The example uses the label `pre_post` for timepoints and `treatment_control` for groups. Here is a quick inspection for `TEST_MAG_001`:

```bash
OUT=example_output/longitudinal

# QC eligibility table that drives downstream targets
column -t -s $'\t' $OUT/eligibility_table_pre_post-treatment_control.tsv | head

# Allele analysis outputs (mean changes and zero-diff filtered)
ls $OUT/allele_analysis/allele_analysis_pre_post-treatment_control \
   | grep TEST_MAG_001
zcat $OUT/allele_analysis/allele_analysis_pre_post-treatment_control/TEST_MAG_001_allele_frequency_changes_mean.tsv.gz \
     | head

# Significance tests for this MAG/timepoint/group
ls $OUT/significance_tests/two_sample_paired_pre_post-treatment_control \
   | grep TEST_MAG_001

# Combined MAG-level scores
column -t -s $'\t' \
  $OUT/scores/processed/combined/MAG/scores_two_sample_paired-pre_post-treatment_control-MAGs.tsv \
  | head

# dN/dS per subject (longitudinal only)
ls $OUT/dnds_analysis/pre_post-treatment_control
```

## Step 5: Micro-examples with mock data

These commands use the tiny bundles in `tests/evolution/mock_data` so you can exercise individual tools without running the full workflow.
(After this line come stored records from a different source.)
import numpy as np
import pytest
import scipy.stats

from wavegen.comparison.familiar import FAMILIES, CarrierPlusNoise, EqualTones, ShapedCarrier
from wavegen.laws.gaussian import GaussianLaw

ASKED = np.array([0.5, 0.1, 0.01, 1e-3, 1e-4])


@pytest.mark.parametrize("family", FAMILIES, ids=lambda item: item.name)
def test_levels_fall_with_the_probability_rising(family):
    for value in (family.values[0], family.values[-1]):
        levels = family.levels(value, ASKED)
        assert np.isfinite(levels).all()
        assert (np.diff(levels) >= 0).all()


def test_carrier_plus_noise_goes_from_noise_to_a_carrier():
    law = CarrierPlusNoise()
    assert law.levels(-60.0, ASKED) == pytest.approx(GaussianLaw().level_db(ASKED), abs=1e-3)
    assert law.levels(60.0, ASKED) == pytest.approx(np.zeros(5), abs=0.04)


def test_carrier_plus_noise_is_rices_law():
    """Against scipy.stats.rice: amplitude over the noise's sigma per rail, b = sqrt(2 K)."""
    ratio = 4.0
    amplitude = scipy.stats.rice(np.sqrt(2 * ratio)).isf(ASKED)
    expected = 10 * np.log10(amplitude**2 / (2 * (1 + ratio)))
    assert CarrierPlusNoise().levels(10 * np.log10(ratio), ASKED) == pytest.approx(
        expected, abs=1e-6
    )


def test_roll_off_lowers_the_peaks_of_qpsk():
    law = ShapedCarrier("qpsk")
    assert law.levels(0.22, ASKED)[-1] == pytest.approx(4.92, abs=0.06)  # own simulation
    assert law.levels(0.1, ASKED)[-1] > law.levels(0.5, ASKED)[-1] + 2


def test_tones():
    assert EqualTones().levels(1.0, ASKED).tolist() == [0.0] * 5
    assert EqualTones().levels(2.0, ASKED)[0] == pytest.approx(0.0, abs=1e-6)  # 1 + cos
### `alleleflux-preprocess-between-groups` (paired filter on mock mean changes)

Create a minimal mean-changes table from the bundled pre/post profiles for `MAG_001` and run the filter:

```bash
python - <<'PY'
import gzip, pandas as pd

pre = pd.read_csv("tests/evolution/mock_data/mock_dnds_1/PipelineMock/profiles/pre_sample/pre_sample_MAG_001_profiled.tsv.gz", sep="\t")
post = pd.read_csv("tests/evolution/mock_data/mock_dnds_1/PipelineMock/profiles/post_sample/post_sample_MAG_001_profiled.tsv.gz", sep="\t")

# compute per-position mean change for each nucleotide (post - pre) normalized by coverage
for df, label in [(pre, "pre"), (post, "post")]:
    for base in ["A", "T", "G", "C"]:
        df[f"{base}_frequency"] = df[base] / df["total_coverage"].clip(lower=1)
    df["timepoint"] = label

merged = pre.merge(
    post,
    on=["contig", "position", "gene_id", "ref_base"],
    suffixes=("_pre", "_post"),
)
out_cols = ["contig", "position", "gene_id"]
for base in ["A", "T", "G", "C"]:
    merged[f"{base}_frequency"] = merged[f"{base}_frequency_post"] - merged[f"{base}_frequency_pre"]
    out_cols.append(f"{base}_frequency")

merged[out_cols].to_csv("/tmp/mock_mean_changes.tsv", sep="\t", index=False)
print("Wrote /tmp/mock_mean_changes.tsv with", len(merged), "rows")
PY

alleleflux-preprocess-between-groups \
  --mean_changes_fPath /tmp/mock_mean_changes.tsv \
  --output_fPath /tmp/mock_mean_changes_preprocessed.tsv \
  --p_value_threshold 0.05 \
  --data_type longitudinal \
  --filter_type t-test \
  --mag_id MAG_001 \
  --min_positions 1 \
  --min_sample_num 1 \
  --status_dir /tmp
```

Outputs: `/tmp/mock_mean_changes_preprocessed.tsv` (filtered sites) and `/tmp/MAG_001_preprocessing_status.json` with eligibility counts.

### `alleleflux-dnds-from-timepoints` (mock significant sites → dN/dS)

Use the mock significant sites and profiles shipped with the tests:

```bash
alleleflux-dnds-from-timepoints \
  --input tests/evolution/mock_data/mock_dnds_1/PipelineMock/significant_sites.tsv \
  --output /tmp/mock_dnds \
  --mag_id MAG_001 \
  --profiles_dir tests/evolution/mock_data/mock_dnds_1/PipelineMock/profiles \
  --prodigal_fasta tests/evolution/mock_data/mock_dnds_1/PipelineMock/prodigal_genes.fasta \
  --fasta tests/evolution/mock_data/mock_dnds_1/PipelineMock/prodigal_genes.fasta \
  --p_value_column q_value \
  --p_value_threshold 0.05 \
  --test_type two_sample_paired_tTest
```

Outputs (under `/tmp/mock_dnds`): codon, gene, MAG, and global NG86 summaries ready to inspect or plot.